The man stepped back, blending into the shadows. “Don’t be stupid, Willow. You don’t want the police involved. This was just a little warning to keep your nose out of things that don’t concern you. Don’t turn this into something Paul has to straighten out. Understand?” When neither of us responded, his eyes narrowed. “Let’s keep it to ourselves, and everything will be fine.”
Then, he disappeared completely in the dark and mist. Only a sickly, cheery tune he whistled let us know he was moving farther and farther away.
I closed the knife, pocketed it, and then looked down into the face of the woman tucked up against me. Her eyes were wide and dilated as she watched the shadows where the man had vanished.
“Let’s get you out of here,” I said. I slid my arm from her shoulders and took a step away. When she remained frozen, I placed a gentle hand on her elbow, encouraging her to move and then guiding her through the tombstones.
Warmth crept through me with her nearness, more than the light touch could account for. A fizzle of attraction that spoke of kisses and tangled limbs. Things this woman certainly wouldn’t want after what she’d just experienced. I told myself the feelings were just because I was relieved to know she was real.
Wanting us out of the cemetery as quickly as possible in case the whistling asshole came back, I avoided the gates once more and headed for the stone wall and my house. I slid over first and then turned to offer her a hand.
At first, she didn’t accept. She just stood there, chest heaving, taking me in.
The light from my back door glowed across the drive, shining on her face, and I finally realized why I’d thought the hallucination had been off the other night. It wasn’t just the pink coat she wore that was a marked difference from the all-black clothing Sienna had favored. It was a thousand other tiny details. They shared the white-blond hair, fine-boned frame, and heart-shaped face, but the similarities ended there.
This woman was soft colors and warm lights versus Sienna’s dark and broody. Her eyes were larger and much paler than Sienna’s—a soft gray that almost blended in with the whites—and she had a dusting of freckles along the tip of her nose, whereas Sienna’s skin had been completely untouched.
She was a copy that had been slightly altered.
Not less. Not worse. Just different.
It was the difference that stole my breath away and flamed the fires whispering of tangled skin, taunting me with whispered words of passion and adoration and unyielding joy.

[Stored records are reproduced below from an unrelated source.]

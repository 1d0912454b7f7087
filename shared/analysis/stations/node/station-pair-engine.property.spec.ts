import fc from 'fast-check';
import { STATION_PAIR_SEED, stationRecord, type GeneratedStationRow } from '@fixtures/stations/station-pair';
import { analyseLog } from '../../node/analyse-log';
import type { AnalysisResult } from '../../result';
import { joinedLog, pairSources } from './testing/pair-sources';
import { analyseStationPair } from './analyse-station-pair';

// The pair's analysis is the engine's analysis of the joined log: on generated pairs whose records
// lose rounds (both sides, and bursts on one side only) and are cut short at their ends (both alike),
// analyseStationPair gives exactly what analyseLog gives on the log of the rounds both records hold,
// joined here by round index on its own, apart from the sections that describe the input.
// (A record that runs past the other's end has no such joined log: the span-ends specs cover it.)

const scenario = fc.record({
  rounds: fc.integer({ min: 2_000, max: 12_000 }),
  lossProbability: fc.constantFrom(0, 0.002),
  /** Rounds both records lack at the start and at the end. */
  head: fc.integer({ min: 0, max: 30 }),
  tail: fc.integer({ min: 0, max: 30 }),
  /** Bursts one record lacks, placed by a fraction of the rounds between the ends. */
  bursts: fc.array(fc.record({ station: fc.constantFrom('A' as const, 'B' as const), at: fc.double({ min: 0, max: 1, noNaN: true }), rounds: fc.integer({ min: 1, max: 40 }) }), {
    maxLength: 3,
  }),
  selection: fc.constantFrom({ mode: 'fixed-fraction', fraction: 0.5 }, { mode: 'bernoulli', probability: 0.3 }),
  seed: fc.stringMatching(/^[0-9a-f]{64}$/),
});

type Scenario = typeof scenario extends fc.Arbitrary<infer T> ? T : never;

/** Each station's record: the generated one, without the ends both lack and the bursts of its own. */
function records(s: Scenario): { A: GeneratedStationRow[]; B: GeneratedStationRow[] } {
  const full = { A: [...stationRecord('A', { rounds: s.rounds, model: { lossProbability: s.lossProbability } }, STATION_PAIR_SEED)], B: [] as GeneratedStationRow[] };
  full.B = [...stationRecord('B', { rounds: s.rounds, model: { lossProbability: s.lossProbability } }, STATION_PAIR_SEED)];
  const inner = full.A.length - s.head - s.tail;
  // A burst lies strictly inside the kept stretch, so that both records still begin and end alike.
  const lacks = (station: 'A' | 'B', position: number) =>
    position < s.head ||
    position >= full.A.length - s.tail ||
    s.bursts.some((burst) => {
      const first = s.head + 1 + Math.floor(burst.at * Math.max(inner - burst.rounds - 2, 0));
      return burst.station === station && position >= first && position < first + burst.rounds;
    });
  return { A: full.A.filter((_, i) => !lacks('A', i)), B: full.B.filter((_, i) => !lacks('B', i)) };
}

/** The result without what describes the input, and its fingerprint. */
function judged(result: AnalysisResult) {
  const { input: _input, stations: _stations, fingerprint: _fingerprint, ...rest } = result;
  return rest;
}

describe('analyseStationPair and the joined log', () => {
  it('gives the result analyseLog gives on the rounds both records hold', async () => {
    await fc.assert(
      fc.asyncProperty(scenario, async (s) => {
        const { A, B } = records(s);
        const byRound = new Map(B.map((row) => [row.round, row]));
        const joined = A.filter((row) => byRound.has(row.round)).map((row) => {
          const other = byRound.get(row.round)!;
          return { round: row.round, x: row.setting, y: other.setting, a: row.outcome, b: other.outcome };
        });
        const profile = { criterion: 'observed', minTestRounds: 100, missingRoundsTolerance: 0.02, driftBlocks: 4, testSelection: s.selection };
        const logs = pairSources({ A, B });
        const pair = await analyseStationPair(logs.A, logs.B, { profile, seed: s.seed });
        const single = await analyseLog(joinedLog(joined), { profile, seed: s.seed });
        expect(single.verdict).not.toBe('INVALID');
        expect(judged(pair)).toEqual(judged(single));
        expect(pair.stations?.join?.joinedRounds).toBe(joined.length);
      }),
      { numRuns: 12 },
    );
  });
});
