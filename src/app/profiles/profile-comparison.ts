import { ChangeDetectionStrategy, Component, computed, input, linkedSignal } from '@angular/core';
import { MatFormFieldModule } from '@angular/material/form-field';
import { MatSelectModule } from '@angular/material/select';

import type { AnalysisProfile } from '@shared/analysis';
import type { ProfileDto, ProfileVersionDto } from '@shared/api';
import { profileDifferences } from './profile-differences';

/**
 * What changed between the version shown and another version of the same profile (the one before it
 * unless another is picked), field by field, older version first.
 */
@Component({
  selector: 'bk-profile-comparison',
  imports: [MatFormFieldModule, MatSelectModule],
  template: `
    @if (others().length > 0) {
      <section class="bk-comparison" [attr.aria-label]="'Version ' + shown().version + ' compared with another version'" data-testid="profile-comparison">
        <mat-form-field appearance="outline" subscriptSizing="dynamic" class="bk-comparison-pick">
          <mat-label>Compare v{{ shown().version }} with</mat-label>
          <mat-select [value]="otherId()" (valueChange)="otherId.set($event)" data-testid="compare-with">
            @for (version of others(); track version.id) {
              <mat-option [value]="version.id">v{{ version.version }}{{ version.note ? ' · ' + version.note : '' }}</mat-option>
            }
          </mat-select>
        </mat-form-field>
        @if (comparison(); as comparison) {
          @if (comparison.differences.length === 0) {
            <p class="bk-muted">v{{ comparison.older.version }} and v{{ comparison.newer.version }} hold the same rules.</p>
          } @else {
            <table class="bk-figure-table bk-comparison-table">
              <caption class="bk-visually-hidden">
                Fields that differ between version {{ comparison.older.version }} and version {{ comparison.newer.version }}
              </caption>
              <thead>
                <tr>
                  <th scope="col">Field</th>
                  <th scope="col">v{{ comparison.older.version }}</th>
                  <th scope="col">v{{ comparison.newer.version }}</th>
                </tr>
              </thead>
              <tbody>
                @for (difference of comparison.differences; track difference.label) {
                  <tr>
                    <th scope="row">{{ difference.label }}</th>
                    <td>{{ difference.from }}</td>
                    <td>{{ difference.to }}</td>
                  </tr>
                }
              </tbody>
            </table>
          }
        }
      </section>
    }
  `,
  styles: `
    .bk-comparison {
      margin-top: 16px;
    }
    .bk-comparison-pick {
      min-width: 16em;
      margin-bottom: 8px;
    }
    .bk-comparison-table {
      width: 100%;
    }
  `,
  changeDetection: ChangeDetectionStrategy.OnPush,
})
export class ProfileComparison {
  readonly profile = input.required<ProfileDto>();
  /** The version on screen. */
  readonly shown = input.required<ProfileVersionDto>();

  /** The profile's other versions, newest first. */
  protected readonly others = computed(() => this.profile().versions.filter((version) => version.id !== this.shown().id));
  /** The version compared with: the one before the shown one (or the one after, for v1) until another is picked. */
  protected readonly otherId = linkedSignal(() => {
    const before = this.others().find((version) => version.version < this.shown().version);
    return (before ?? this.others().at(-1))?.id ?? null;
  });
  protected readonly comparison = computed(() => {
    const other = this.others().find((version) => version.id === this.otherId());
    if (other === undefined) return null;
    const [older, newer] = other.version < this.shown().version ? [other, this.shown()] : [this.shown(), other];
    return { older, newer, differences: profileDifferences(older.parameters as AnalysisProfile, newer.parameters as AnalysisProfile) };
  });
}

Things I didn’t want because they stirred up strong emotions I was trying to leave behind. I was damn happy to revel in the silent charm I’d found in my new home, and I was irritated it had been disturbed, frustrated that I’d been drawn into something ugly when all I’d been asking of the universe was for a few weeks of solitude and anonymity.
Why the hell had she been in the graveyard at this hour to begin with? And why the hell did I have to be the one to get involved? Where were the people who should have been looking after her? My irritation grew, morphing into anger at her for not only disrupting my peace but also for making me think Sienna had returned. For tormenting me with all my past failures, leaving me no option but to insert myself into whatever this situation had been about.
My resentment bubbled and boiled until my eyes landed on her tentative gaze resting on my outstretched palm. The sheer uncertainty in that look made my annoyance suddenly feel wrong, which only proved to anger me more. Except, this time, it was all self-directed. She’d had a terrible scare, and I was an ass thinking only of myself.
So I pushed my hand forward once more, offering even more help instead of less.